━━━━━ STORED DATA ━━━━━

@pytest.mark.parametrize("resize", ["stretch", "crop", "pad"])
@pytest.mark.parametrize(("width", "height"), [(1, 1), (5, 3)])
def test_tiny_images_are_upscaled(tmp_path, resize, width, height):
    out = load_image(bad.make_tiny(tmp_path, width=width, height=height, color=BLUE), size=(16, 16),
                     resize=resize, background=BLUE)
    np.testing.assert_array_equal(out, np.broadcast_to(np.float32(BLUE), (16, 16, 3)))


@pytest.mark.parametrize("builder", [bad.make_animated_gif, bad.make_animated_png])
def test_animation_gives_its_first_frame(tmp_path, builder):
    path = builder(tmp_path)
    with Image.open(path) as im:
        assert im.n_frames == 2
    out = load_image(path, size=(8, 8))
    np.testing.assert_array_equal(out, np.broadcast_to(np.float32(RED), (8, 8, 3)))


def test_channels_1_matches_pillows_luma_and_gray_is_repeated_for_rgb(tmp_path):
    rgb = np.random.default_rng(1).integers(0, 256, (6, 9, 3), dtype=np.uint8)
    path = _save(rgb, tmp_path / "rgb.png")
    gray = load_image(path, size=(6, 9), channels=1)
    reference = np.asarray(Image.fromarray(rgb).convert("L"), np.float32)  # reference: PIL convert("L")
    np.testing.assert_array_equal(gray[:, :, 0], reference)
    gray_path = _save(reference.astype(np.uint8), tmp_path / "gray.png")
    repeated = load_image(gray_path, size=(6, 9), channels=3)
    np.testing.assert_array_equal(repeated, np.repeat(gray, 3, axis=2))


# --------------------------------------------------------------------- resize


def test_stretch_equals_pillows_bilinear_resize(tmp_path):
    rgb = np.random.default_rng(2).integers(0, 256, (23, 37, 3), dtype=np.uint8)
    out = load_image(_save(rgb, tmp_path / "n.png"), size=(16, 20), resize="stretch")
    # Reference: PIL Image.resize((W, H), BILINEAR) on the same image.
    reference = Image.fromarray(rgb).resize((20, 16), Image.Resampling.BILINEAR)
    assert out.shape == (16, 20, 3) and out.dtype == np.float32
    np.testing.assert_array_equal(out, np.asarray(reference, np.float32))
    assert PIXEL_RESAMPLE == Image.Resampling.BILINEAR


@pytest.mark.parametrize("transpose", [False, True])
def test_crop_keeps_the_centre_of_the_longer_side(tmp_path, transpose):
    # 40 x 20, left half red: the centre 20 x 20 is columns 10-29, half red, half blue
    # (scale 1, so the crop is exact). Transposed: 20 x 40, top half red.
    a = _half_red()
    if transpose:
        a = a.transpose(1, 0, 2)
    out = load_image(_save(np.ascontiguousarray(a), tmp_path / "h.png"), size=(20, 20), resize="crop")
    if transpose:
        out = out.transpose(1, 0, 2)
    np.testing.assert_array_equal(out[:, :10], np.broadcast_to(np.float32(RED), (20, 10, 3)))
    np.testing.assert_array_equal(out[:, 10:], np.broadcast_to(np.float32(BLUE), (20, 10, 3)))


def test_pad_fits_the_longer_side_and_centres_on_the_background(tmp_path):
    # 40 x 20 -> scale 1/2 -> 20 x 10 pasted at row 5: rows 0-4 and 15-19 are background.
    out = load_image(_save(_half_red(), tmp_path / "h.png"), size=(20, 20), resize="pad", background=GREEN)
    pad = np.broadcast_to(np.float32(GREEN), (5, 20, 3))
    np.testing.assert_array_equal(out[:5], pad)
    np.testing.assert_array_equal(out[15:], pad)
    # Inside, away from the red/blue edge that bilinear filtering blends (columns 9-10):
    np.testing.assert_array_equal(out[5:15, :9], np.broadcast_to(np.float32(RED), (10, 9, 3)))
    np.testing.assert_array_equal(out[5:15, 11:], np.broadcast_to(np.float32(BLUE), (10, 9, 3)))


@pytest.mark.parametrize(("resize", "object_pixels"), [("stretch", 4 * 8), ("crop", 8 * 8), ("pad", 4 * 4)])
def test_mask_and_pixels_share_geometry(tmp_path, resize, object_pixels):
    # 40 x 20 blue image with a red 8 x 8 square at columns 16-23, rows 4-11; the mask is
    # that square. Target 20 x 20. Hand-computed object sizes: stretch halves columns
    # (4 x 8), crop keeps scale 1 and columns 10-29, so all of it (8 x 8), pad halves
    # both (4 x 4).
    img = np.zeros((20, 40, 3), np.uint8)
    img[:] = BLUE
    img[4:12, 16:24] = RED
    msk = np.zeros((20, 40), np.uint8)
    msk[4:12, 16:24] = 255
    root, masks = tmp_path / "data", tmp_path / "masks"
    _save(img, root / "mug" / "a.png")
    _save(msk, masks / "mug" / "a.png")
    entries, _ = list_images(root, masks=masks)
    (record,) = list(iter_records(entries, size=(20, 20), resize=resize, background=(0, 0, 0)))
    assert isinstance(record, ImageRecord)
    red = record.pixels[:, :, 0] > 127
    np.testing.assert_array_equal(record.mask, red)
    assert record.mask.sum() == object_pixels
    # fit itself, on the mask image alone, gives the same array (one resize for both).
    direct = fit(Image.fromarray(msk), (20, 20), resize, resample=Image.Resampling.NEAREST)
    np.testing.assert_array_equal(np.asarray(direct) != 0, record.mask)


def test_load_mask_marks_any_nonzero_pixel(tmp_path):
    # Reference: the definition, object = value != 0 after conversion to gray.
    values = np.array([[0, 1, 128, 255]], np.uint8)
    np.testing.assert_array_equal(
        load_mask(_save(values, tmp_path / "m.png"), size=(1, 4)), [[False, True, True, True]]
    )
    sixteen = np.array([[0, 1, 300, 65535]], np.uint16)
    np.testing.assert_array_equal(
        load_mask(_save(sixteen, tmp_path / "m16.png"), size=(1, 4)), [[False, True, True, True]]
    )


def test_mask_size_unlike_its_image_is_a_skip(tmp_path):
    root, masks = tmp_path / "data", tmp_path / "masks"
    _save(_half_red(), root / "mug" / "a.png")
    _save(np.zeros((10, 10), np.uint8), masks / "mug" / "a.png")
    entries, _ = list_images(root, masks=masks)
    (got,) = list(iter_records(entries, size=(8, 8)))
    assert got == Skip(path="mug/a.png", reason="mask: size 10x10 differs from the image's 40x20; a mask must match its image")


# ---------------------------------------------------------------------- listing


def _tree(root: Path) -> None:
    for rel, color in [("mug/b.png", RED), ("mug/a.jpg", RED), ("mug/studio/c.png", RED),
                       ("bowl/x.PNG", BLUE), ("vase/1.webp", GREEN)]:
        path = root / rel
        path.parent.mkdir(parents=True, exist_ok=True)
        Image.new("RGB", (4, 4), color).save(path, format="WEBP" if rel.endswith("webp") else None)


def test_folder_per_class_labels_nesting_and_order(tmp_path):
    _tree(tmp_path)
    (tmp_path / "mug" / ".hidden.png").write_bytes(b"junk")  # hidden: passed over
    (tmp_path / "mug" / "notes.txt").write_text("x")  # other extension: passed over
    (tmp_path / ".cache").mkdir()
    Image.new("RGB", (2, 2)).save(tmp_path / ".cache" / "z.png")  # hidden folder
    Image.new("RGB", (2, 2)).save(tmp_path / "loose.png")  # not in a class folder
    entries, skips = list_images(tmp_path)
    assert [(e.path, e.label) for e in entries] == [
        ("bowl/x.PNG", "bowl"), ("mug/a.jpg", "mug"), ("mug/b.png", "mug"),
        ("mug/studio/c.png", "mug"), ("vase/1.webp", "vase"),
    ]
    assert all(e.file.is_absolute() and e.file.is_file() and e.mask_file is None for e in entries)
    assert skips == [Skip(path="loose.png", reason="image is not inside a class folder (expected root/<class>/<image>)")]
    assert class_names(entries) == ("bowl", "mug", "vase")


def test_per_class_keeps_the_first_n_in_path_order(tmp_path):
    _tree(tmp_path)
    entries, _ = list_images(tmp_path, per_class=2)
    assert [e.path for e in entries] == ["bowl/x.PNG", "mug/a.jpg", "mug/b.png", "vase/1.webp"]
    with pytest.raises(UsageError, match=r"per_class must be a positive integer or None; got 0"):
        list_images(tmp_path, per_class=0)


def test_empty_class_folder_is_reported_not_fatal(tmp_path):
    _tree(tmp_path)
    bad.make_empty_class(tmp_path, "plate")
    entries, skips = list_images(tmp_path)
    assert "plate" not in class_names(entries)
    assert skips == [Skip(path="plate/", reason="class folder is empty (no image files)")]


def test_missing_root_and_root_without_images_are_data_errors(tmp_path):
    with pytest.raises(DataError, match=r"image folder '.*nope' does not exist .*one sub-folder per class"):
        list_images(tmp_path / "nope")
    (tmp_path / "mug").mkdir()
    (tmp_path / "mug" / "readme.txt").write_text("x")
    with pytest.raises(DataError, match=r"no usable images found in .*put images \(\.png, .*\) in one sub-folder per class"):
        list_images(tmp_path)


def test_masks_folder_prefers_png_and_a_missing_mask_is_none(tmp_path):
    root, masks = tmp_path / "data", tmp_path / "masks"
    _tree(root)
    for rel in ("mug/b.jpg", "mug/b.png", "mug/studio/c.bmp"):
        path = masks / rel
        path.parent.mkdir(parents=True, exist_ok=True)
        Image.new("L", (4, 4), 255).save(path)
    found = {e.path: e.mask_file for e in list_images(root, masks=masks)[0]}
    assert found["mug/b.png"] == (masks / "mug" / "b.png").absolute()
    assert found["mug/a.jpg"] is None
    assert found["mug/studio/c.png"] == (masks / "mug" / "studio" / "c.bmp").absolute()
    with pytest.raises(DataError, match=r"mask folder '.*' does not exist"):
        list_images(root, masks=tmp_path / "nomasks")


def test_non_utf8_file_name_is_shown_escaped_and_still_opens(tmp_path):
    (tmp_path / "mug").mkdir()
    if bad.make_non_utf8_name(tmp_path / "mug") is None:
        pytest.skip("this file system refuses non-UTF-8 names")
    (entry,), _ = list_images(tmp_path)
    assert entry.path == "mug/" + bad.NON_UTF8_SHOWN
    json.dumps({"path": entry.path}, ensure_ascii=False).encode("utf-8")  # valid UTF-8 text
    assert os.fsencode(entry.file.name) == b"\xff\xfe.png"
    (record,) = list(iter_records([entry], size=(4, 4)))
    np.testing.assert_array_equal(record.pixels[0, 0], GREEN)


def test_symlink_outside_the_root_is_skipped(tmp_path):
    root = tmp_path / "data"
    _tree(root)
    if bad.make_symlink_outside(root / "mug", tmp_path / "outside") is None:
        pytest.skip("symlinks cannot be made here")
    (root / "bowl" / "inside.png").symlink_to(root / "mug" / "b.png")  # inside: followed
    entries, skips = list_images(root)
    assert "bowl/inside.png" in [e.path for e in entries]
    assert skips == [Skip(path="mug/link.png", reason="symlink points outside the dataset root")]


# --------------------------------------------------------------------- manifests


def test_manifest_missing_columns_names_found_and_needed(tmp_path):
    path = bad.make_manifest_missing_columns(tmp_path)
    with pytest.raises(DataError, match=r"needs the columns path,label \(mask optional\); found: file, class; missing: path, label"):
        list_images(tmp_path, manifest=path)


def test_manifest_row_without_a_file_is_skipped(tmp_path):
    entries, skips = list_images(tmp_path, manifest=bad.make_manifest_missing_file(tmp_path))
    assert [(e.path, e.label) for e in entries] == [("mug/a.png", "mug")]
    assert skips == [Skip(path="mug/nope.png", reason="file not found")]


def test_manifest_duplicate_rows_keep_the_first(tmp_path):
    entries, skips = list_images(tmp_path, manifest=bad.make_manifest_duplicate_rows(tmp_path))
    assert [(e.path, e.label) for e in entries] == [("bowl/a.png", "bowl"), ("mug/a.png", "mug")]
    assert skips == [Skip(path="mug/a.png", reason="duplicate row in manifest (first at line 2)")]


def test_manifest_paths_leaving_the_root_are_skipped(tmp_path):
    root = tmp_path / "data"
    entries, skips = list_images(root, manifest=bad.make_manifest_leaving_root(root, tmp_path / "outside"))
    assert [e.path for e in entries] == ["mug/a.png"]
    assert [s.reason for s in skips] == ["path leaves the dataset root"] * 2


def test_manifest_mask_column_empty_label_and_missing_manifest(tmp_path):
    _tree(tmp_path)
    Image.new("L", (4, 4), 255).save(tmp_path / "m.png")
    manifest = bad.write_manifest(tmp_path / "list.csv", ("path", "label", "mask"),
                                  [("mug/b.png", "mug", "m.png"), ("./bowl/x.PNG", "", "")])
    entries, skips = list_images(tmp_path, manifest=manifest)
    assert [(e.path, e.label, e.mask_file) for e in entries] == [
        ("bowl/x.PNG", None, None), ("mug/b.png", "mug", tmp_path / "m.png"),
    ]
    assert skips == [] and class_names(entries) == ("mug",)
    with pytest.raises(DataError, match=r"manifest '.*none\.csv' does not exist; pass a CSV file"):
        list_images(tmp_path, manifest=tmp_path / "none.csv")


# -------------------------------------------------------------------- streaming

━━━━━
━━━━━ STORED DATA ━━━━━

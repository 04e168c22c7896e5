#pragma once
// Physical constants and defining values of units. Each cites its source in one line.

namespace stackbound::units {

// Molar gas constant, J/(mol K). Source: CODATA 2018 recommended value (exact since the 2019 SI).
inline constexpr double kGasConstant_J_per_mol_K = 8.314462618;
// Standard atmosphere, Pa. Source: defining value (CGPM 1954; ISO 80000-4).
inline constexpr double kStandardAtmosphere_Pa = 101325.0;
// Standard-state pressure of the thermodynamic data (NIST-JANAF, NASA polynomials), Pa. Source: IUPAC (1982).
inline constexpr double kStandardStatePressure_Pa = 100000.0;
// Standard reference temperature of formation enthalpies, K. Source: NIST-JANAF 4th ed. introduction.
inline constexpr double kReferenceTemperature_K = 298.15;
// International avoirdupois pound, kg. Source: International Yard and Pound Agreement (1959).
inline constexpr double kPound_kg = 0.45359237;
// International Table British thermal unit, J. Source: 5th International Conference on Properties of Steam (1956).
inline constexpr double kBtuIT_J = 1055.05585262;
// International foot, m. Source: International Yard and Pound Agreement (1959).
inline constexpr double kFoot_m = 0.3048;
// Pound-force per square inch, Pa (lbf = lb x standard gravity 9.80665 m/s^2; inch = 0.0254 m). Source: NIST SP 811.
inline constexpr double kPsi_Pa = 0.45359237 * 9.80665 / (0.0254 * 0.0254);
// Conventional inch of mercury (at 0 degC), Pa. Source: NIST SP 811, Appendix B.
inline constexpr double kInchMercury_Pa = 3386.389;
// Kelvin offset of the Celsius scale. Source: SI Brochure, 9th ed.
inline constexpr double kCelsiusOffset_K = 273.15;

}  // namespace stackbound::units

━━━━━

- YOUR TASK
All that is needed is the number of lines above in which the string "color" appears.

- ANSWER TO THIS PROBLEM
3